Last year for Lent I gave up snarking. In response, my husband, my blog commenters, and even my literary agent deluged me with snark-worthy news stories, trying to get me to break my vow.
Now Snart writes: “Here it is Lent, and we haven’t asked if you’ve given up snarking this year. Sorry. Do let us know, so we can ‘help’ you along!”
The answer is no - I haven’t forsworn snarking. This year I’ve given up using my hands. It’s easier. Granted, with my arms tied behind my back the driving does get dicey. But I’m a whole lot less stressed out.
Nevertheless, vow or no vow, I am trying to avoid sarcasm. I want to become a kinder human being, and not make kittens cry, and avoid going to hell. As proof, here are recent stories I have not commented upon.

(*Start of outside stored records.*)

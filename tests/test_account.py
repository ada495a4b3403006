"""One account of each run: the terminal headline, the report's first screen and summary.json agree.

The runs here are the invented demo and its operating-rules scenario (demo data only); the checks
are of consistency between outputs, plus a few identities with their sources beside them.
Rounding to three significant figures for a reader is common practice (no single source).
"""

from __future__ import annotations

import json
import re
from html import unescape
from pathlib import Path

import numpy as np
import pytest
from rich.console import Console

from simulator import read_scenario, run
from simulator.account.findings import account, season_name, seasons_text
from simulator.notation.prose import money, share
from simulator.account.terminal import _headline
from simulator.demo.generator import write_demo_files
from simulator.account.outputs import render_files, summary

ROOT = Path(__file__).resolve().parents[1]
# basis words that carry a fixed percentage: "90% of seasons", "95% of seasons", "within 1%"
FIXED_PERCENTAGES = {"90%", "95%", "1%", "5%"}


@pytest.fixture(scope="module")
def demo(tmp_path_factory):
    folder = tmp_path_factory.mktemp("account-demo")
    return run(read_scenario(write_demo_files(folder)), replicates=300)


@pytest.fixture(scope="module")
def rules():
    return run(read_scenario(ROOT / "scenarios" / "line_marking_rules.toml"), replicates=200)


@pytest.fixture(scope="module")
def sites():
    return run(read_scenario(ROOT / "scenarios" / "gritting_depots.toml"), replicates=40)


def _leaves(value):
    if isinstance(value, dict):
        for v in value.values():
            yield from _leaves(v)
    elif isinstance(value, list):
        for v in value:
            yield from _leaves(v)
    else:
        yield value


def _spellings(s: dict) -> set[str]:
    """Every way the documented formatters write a number of summary.json (the account aside)."""
    numbers = {k: v for k, v in s.items() if k != "account"}
    out: set[str] = set()
    for v in _leaves(numbers):
        if isinstance(v, str):
            out.add(v)
        elif isinstance(v, bool) or v is None:
            continue
        elif isinstance(v, int | float):
            for x in (v, -v):
                out |= {money(x, ""), f"{x:.2f}", f"{x:.1f}", share(x)}
                if float(x).is_integer():
                    out |= {f"{int(x):,}", str(int(x))}
            out.add(season_name(int(v), s["scenario"]["season_months"]) if float(v).is_integer() else "")
    return out


TOKEN = re.compile(r"\d{4}-\d{2}-\d{2}|\d{4}/\d{2}|(?:over|under) \d+%|-?\d[\d,]*(?:\.\d+)?%?")


def _unexplained(text: str, s: dict) -> list[str]:
    known = _spellings(s)
    return [t for t in TOKEN.findall(text) if t not in known and t not in FIXED_PERCENTAGES]


def _headline_text(result) -> str:
    console = Console(width=400, record=True, file=open("/dev/null", "w"))
    console.print(_headline(result))
    return console.export_text()


def _advice_text(html: str, quoted: list[str] = ()) -> str:
    """The text of the report's recommendation section, less the run's warnings (quoted verbatim)."""
    section = html.split('<section id="advice">', 1)[1].split("</section>", 1)[0]
    text = unescape(re.sub(r"<[^>]+>", " ", section))
    for warning in quoted:
        text = text.replace(warning, "")
    return text


@pytest.mark.parametrize("name", ["demo", "rules", "sites"])
def test_every_number_of_the_headline_and_the_recommendation_is_in_summary_json(name, request):
    result = request.getfixturevalue(name)
    s = summary(result)
    files = render_files(result)
    assert json.loads(files["summary.json"]) == json.loads(json.dumps(s))
    headline = _headline_text(result)
    advice = _advice_text(files["report.html"].decode(), s["warnings"])
    assert _unexplained(headline, s) == []
    assert _unexplained(advice, s) == []
    # the report's sentences are the account's, which summary.json carries
    for sentence in account(s).sentences:
        assert " ".join(sentence.split()) in " ".join(advice.split())
    assert [f["key"] for f in s["account"]] == [f.key for f in account(s).findings]


def test_money_for_a_reader_has_three_significant_figures():
    # common practice: a season's 90% range spans tens of thousands, so its last digits mean nothing
    assert money(503106.2, "EUR") == "503,000 EUR"
    assert money(78720, "EUR") == "78,700 EUR"
    assert money(-3600, "EUR") == "-3,600 EUR"
    assert money(1134, "EUR") == "1,130 EUR"
    assert money(675.4, "EUR") == "675 EUR"


def test_a_season_across_the_new_year_is_written_with_both_years():
    winter = [10, 11, 12, 1, 2, 3]
    assert season_name(2023, winter) == "2023/24"
    assert season_name(1999, winter) == "1999/00"
    assert season_name(2023, [4, 5, 6, 7, 8, 9, 10]) == "2023"
    assert seasons_text("2014-10-01", "2023-03-31", winter) == "2014/15 to 2022/23"
    assert seasons_text("2017-04-03", "2024-10-31", list(range(4, 11))) == "2017 to 2024"


def test_one_range_of_cutoffs_that_beat_the_reference_and_none_that_says_nothing(demo):
    s = summary(demo)
    beats = account(s).get("beats_reference")
    if s["confident_break_even"]:
        assert "95%" in beats.text and "on average" not in beats.text
    every = dict(s, confident_break_even=[], break_even=[[0.0, 1.0]])
    assert account(every).get("beats_reference") is None
    none = dict(s, confident_break_even=[], break_even=[])
    assert "keep to the reference rule" in account(none).get("beats_reference").sentence


def test_under_operating_rules_every_figure_comes_from_the_rules(rules):
    s = summary(rules)
    model, never, always, perfect = (s["strategies"][k]["mean"] for k in ("model", "never_act", "always_act",
                                                                             "perfect"))
    # relative value, E_climate - E_forecast over E_climate - E_perfect, with climate the cheaper fixed
    # rule: Richardson (2000), QJRMS 126, 649-667, eq. for V; here on the rules' season costs
    climate = min(never, always)
    assert s["relative_value"] == pytest.approx((climate - model) / (climate - perfect))
    assert s["recommended"]["historical_cost"] is None  # the fixed cost table prices nothing
    html = render_files(rules)["report.html"].decode()
    assert "the rules below price every season" in html
    assert "priced by the cell of the classification matrix" not in html
    assert "not fully reliable" not in html
    # selection.csv: the cost per occasion is over the occasions it was priced on
    for period in ("training", "validation"):
        record = s["selection"]["validation"][period]
        assert record["cost_per_occasion"] == pytest.approx(record["cost"] / record["n_priced"])


def test_lateness_is_on_the_headline_the_first_screen_and_the_slider(rules):
    s = summary(rules)
    here = s["operations"]["at_recommended_cutoff"]["share_late"]
    there = s["operations"]["baselines"][s["reference"]]["share_late"]
    headline = _headline_text(rules)
    assert f"in {share(here)} of seasons" in headline and f"reference rule: {share(there)}" in headline
    html = render_files(rules)["report.html"].decode()
    advice = _advice_text(html)
    assert "Seasons finished late" in advice and share(here) in advice and share(there) in advice
    assert 'data-field="share_late"' in html
    assert "share_late" in rules.table.columns


def test_completion_curve_by_day_reads_the_share_on_time_at_the_deadline(rules):
    from simulator.account.report_sections import _completion_by_day

    dates, shares, reference = _completion_by_day(rules)
    deadline = summary(rules)["operations"]["deadline"]
    on_time = shares[dates.index(deadline)]
    s = summary(rules)
    late = s["operations"]["at_recommended_cutoff"]["share_late"]
    assert on_time == pytest.approx(1 - late)
    reference_late = s["operations"]["baselines"][s["reference"]]["share_late"]
    assert reference[dates.index(deadline)] == pytest.approx(1 - reference_late)
    assert np.all(np.diff(shares) >= 0)


def test_settings_are_read_back_in_words_and_a_rate_is_not_money(rules):
    from simulator.account.scenario_words import _rules_read_back

    scenario = rules.scenario.model_copy(update={"stress": ()})
    pairs = dict(_rules_read_back(scenario)[0][1])
    assert pairs["crews go out"] == "when we send the crews out"
    assert "as_in_file" not in pairs["the safety stop reads"]
    stressed = read_scenario(ROOT / "scenarios" / "line_marking_stress.toml")
    for _, case in _rules_read_back(stressed):
        for key, value in case:
            if key == "event rate":
                assert "EUR" not in value and "times as often" in value


def test_the_report_names_files_not_folders_and_lists_every_file_beside_it(demo, tmp_path):
    files = render_files(demo)
    html = files["report.html"].decode()
    for name in files:
        if not name.startswith("figures/") and name != "report.html":
            assert name in html.split("Beside this report", 1)[1]
    assert str(Path(demo.history.label).parent) not in json.dumps(summary(demo)["warnings"])


def test_a_warning_names_the_history_file_never_its_folder(tmp_path):
    folder = tmp_path / "somewhere" / "private"
    folder.mkdir(parents=True)
    scenario = read_scenario(write_demo_files(folder))
    history = Path(scenario.history.path if Path(scenario.history.path).is_absolute()
                   else folder / scenario.history.path)
    lines = history.read_text().splitlines(keepends=True)
    history.write_text("".join(lines[:150] + lines[154:]))  # a gap of four dates in May
    result = run(scenario, replicates=40)
    assert any(str(folder) in w for w in result.warnings)  # the terminal may say where it is
    s = summary(result)
    html = render_files(result)["report.html"].decode()
    assert s["warnings"] and all(str(folder) not in w for w in s["warnings"])
    assert history.name in s["warnings"][0]
    assert str(folder) not in html


def test_a_verdict_is_stated_first(demo):
    s = summary(demo)
    s["verdict"] = {"use_forecast": False, "best_rule_without_forecast": "always_act",
                    "saving_against_best_rule": {"mean": 10.0, "p05": -5.0, "p95": 20.0, "prob_saving": 0.6},
                    "reason": "the saving is no larger than choosing among many cutoffs gives a useless forecast"}
    told = account(s)
    assert told.first[0].key == "verdict"
    assert "always send the crews out" in told.first[0].text
    assert told.sentences[0].startswith("Keep to the rule that ignores it")
    assert "because the saving is no larger" in told.sentences[0]
    assert told.get("cutoff").label == "Cheapest cutoff (not advised)"
    assert "not advised" in told.get("cutoff").sentence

“Dawn Goes Lesbian.” For those in North America who still think the BBC broadcasts Jane Austen adaptations 24/7, brace yourselves. This documentary follows “Dawn, a girl-girl with a big love for men (’as friends, lovers, boyfriends, anything!’) [who's] prepared, for our sake, to thoroughly immerse herself in the lesbian life for a whole month.” The program was so hugely insulting, I can only beg the world’s lesbians: please don’t judge all us straight women by this twit. Thank God the Guardian’s Anna Pickard, snark-maestra extraordinaire, live-blogged this one so I didn’t have to.
Fur Flies at Beauty Pageant.
GOLDEN HILL, Md. — Contestant No. 1 sashayed down the catwalk, her hair bouncing in blonde curls, and smiled a radiant beauty-queen smile. She picked up a furry dead rodent about the size of a football.

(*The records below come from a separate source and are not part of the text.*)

"""What the README shows, a test runs: the demo's headline and the operating-rules cutoff.

The README's numbers are the demo's own output (invented data, demo only); these tests fail when a
change moves them, so the README is updated in the same commit.
"""

from __future__ import annotations

import re
from pathlib import Path

import pytest
from rich.console import Console

from simulator import read_scenario, run
from simulator.account.whatif_rules import page_figures, rules_whatif_data
from simulator.notation.prose import money
from simulator.account.terminal import _headline
from simulator.demo.generator import write_demo_files

ROOT = Path(__file__).resolve().parents[1]
README = (ROOT / "README.md").read_text(encoding="utf-8")


def _readme_block(after: str) -> list[str]:
    start = README.index(after)
    block = README[start:].split("```text\n", 1)[1].split("```", 1)[0]
    return [line.rstrip() for line in block.splitlines()]


@pytest.fixture(scope="module")
def demo_run(tmp_path_factory):
    return run(read_scenario(write_demo_files(tmp_path_factory.mktemp("demo"))))


def test_readme_shows_the_demo_headline_as_the_demo_prints_it(demo_run, tmp_path):
    result = demo_run
    console = Console(width=100, record=True, file=open(tmp_path / "out.txt", "w"))
    console.print(_headline(result))
    printed = [line.rstrip() for line in console.export_text().splitlines()]
    shown = _readme_block("`make demo` (or `.venv/bin/gonogo demo`) prints:")
    table = [line for line in printed if line.strip()]
    assert shown[: len(table)] == table


@pytest.fixture(scope="module")
def rules_run():
    return run(read_scenario(ROOT / "scenarios" / "line_marking_rules.toml"))


def test_readme_quotes_the_operating_rules_cutoff(rules_run):
    quoted = "0.38"
    assert re.search(rf"falls from 0\.80 to about \*\*{re.escape(quoted)}\*\*", README)
    assert f"{rules_run.decision.recommended_cutoff:.2f}" == quoted


def test_readme_quotes_the_rules_what_if_as_the_page_computes_it(rules_run):
    base = page_figures(rules_whatif_data(rules_run))
    dearer = page_figures(rules_whatif_data(rules_run), {"day_rate": 950.0})
    quoted = (f"a day rate of 950 EUR instead of 800 moves the recommended cutoff from {base['cutoff']:.2f} to "
              f"{dearer['cutoff']:.2f} and its expected season cost from {money(base['mean'], '')} to "
              f"{money(dearer['mean'], 'EUR')}")
    assert quoted in " ".join(README.split())


def test_readme_python_example_runs(monkeypatch):
    monkeypatch.chdir(ROOT)
    blocks = re.findall(r"```python\n(.*?)```", README, flags=re.S)
    assert blocks
    for block in blocks:
        exec(compile(block, "README.md", "exec"), {})


@pytest.fixture(scope="module")
def stress_run():
    return run(read_scenario(ROOT / "scenarios" / "line_marking_stress.toml"))


def test_readme_quotes_the_stress_headline_as_the_run_says_it(stress_run):
    result = stress_run
    wetter = next(case for case in result.stress if case.name == "a wetter year")
    headline = " ".join(wetter.views[0].headline.split())
    quoted = " ".join(re.search(r'\*"(Keep the cutoff.*?)"\*', README, flags=re.S).group(1).split())
    assert headline.startswith(quoted)


def test_readme_path_from_a_spreadsheet_runs_as_written(tmp_path, monkeypatch):
    """The README's init, check and run commands, in order, on the demo's history, after the four
    costs are filled in (with the demo's own costs)."""
    import shlex

    from typer.testing import CliRunner

    from simulator.cli import app

    section = README[README.index("## Your own history"):README.index("## Commands")]
    commands = [shlex.split(line)[1:] for block in re.findall(r"```sh\n(.*?)```", section, flags=re.S)
                for line in block.splitlines() if line.startswith(".venv/bin/gonogo ")]
    assert [c[0] for c in commands] == ["init", "check", "run"]
    monkeypatch.chdir(tmp_path)
    write_demo_files(tmp_path / "outputs" / "demo")
    runner = CliRunner()
    made = runner.invoke(app, commands[0])
    assert made.exit_code == 0, made.output
    scenario = tmp_path / commands[0][2]
    demo_costs = {"hit": 2400, "false_alarm": 7400, "miss": 3800, "correct_negative": 3800}  # README's demo
    text = scenario.read_text()
    for key, value in demo_costs.items():
        text = re.sub(rf'^{key} = "fill in"', f"{key} = {value}", text, flags=re.M)
    scenario.write_text(text)
    for command in commands[1:]:
        extra = ["--replicates", "20"] if command[0] == "run" else []
        result = runner.invoke(app, command + extra)
        assert result.exit_code == 0, result.output
    assert (tmp_path / "outputs" / scenario.stem / "report.html").exists()


def test_readme_quotes_the_bad_season_choice_as_the_run_makes_it(stress_run):
    from simulator.notation.prose import money
    from simulator.account.outputs import summary

    objectives = summary(stress_run)["objectives"]
    mean, tail = objectives["mean"], objectives["shortfall10"]
    quoted = (f"the cutoff moves from **{mean['cutoff']:.2f}** to **{tail['cutoff']:.2f}**,\n"
              f"a season costs {money(tail['mean_cost'] - mean['mean_cost'], 'EUR')} more on average, and the worst "
              f"10% of seasons cost {money(mean['shortfall10_cost'] - tail['shortfall10_cost'], 'EUR')} less each.")
    assert quoted in README


def test_readme_quotes_which_cost_estimate_matters_as_the_demo_finds_it(demo_run):
    from simulator.notation.prose import money

    top = demo_run.sensitivity.costs[0]
    assert top.key == "costs.false_alarm"
    section = README[README.index("### Which cost estimate matters"):README.index("### Another trade")]
    flat = " ".join(section.split())
    for value in (top.low.mean_saving, top.high.mean_saving, top.verdict_switch.down, top.verdict_switch.up,
                  top.band_switch.down, top.band_switch.up):
        assert money(value, "EUR").removesuffix(" EUR") in flat, value
    assert f"falls to {top.low.cutoff:.2f}" in flat and f"rises to {top.high.cutoff:.2f}" in flat


def test_readme_quotes_the_split_of_the_spread_as_the_run_makes_it(stress_run):
    from simulator.notation.prose import share

    spread = stress_run.cost_spread
    quoted = (f"at its cutoff of {stress_run.decision.recommended_cutoff:.2f}, **{share(spread.share_weather)}** of "
              f"the variance of the season cost comes from the weather\nand **{share(spread.share_costs)}** from "
              "that range")
    assert quoted in README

Then she took out a very sharp four-inch blade and stuck the point in just above the animal’s tail.
“Then,” she said, narrating the incision as sweetly as a Miss America contestant talking about world peace, “you’re going to want to take your knife . . .”
It’s the Miss Outdoors 2008 pageant, which “combines the worlds of beauty contests and competitive muskrat skinning.”
” . . . You want to take your knuckles,” 17-year-old Samantha Phillips, Contestant No. 1, was saying. One of the pageant judges squinched up her face in shock. “And separate the meat from the hide, just like this.”
“Oh my God!” a boy in the audience yelled, at the sight of a woman in perfect makeup with her hand inside a muskrat.
Then, from another part of the crowd: an older woman’s voice: “She’s good.”
I repeat: I have not blogged about this.
Goodness has its limits, however, and the next story pushed me beyond mine: Language barrier scuppers walker.
A man who planned to walk from Bristol to India without any money has quit, after getting as far as Calais, France.
Mark Boyle, 28, who set out four weeks ago with only T-shirts, a bandage and sandals, hoped to rely on the kindness of strangers for food and lodging.
But, because he could not speak French, people thought he was free-loading or an asylum seeker.
He now plans to walk around the coast of Britain instead, learning French as he goes, so he can try again next year.
Mr Boyle, a former organic food company boss, belongs to the Freeconomy movement which wants to get rid of money altogether.
In Boyle’s freeconomy, generosity apparently begins with gimme. And so the Blanche DuBois walking tour grinds to a halt.
He forgot that give-and-take should involve more than taking. Well, I’m happy to give it to him.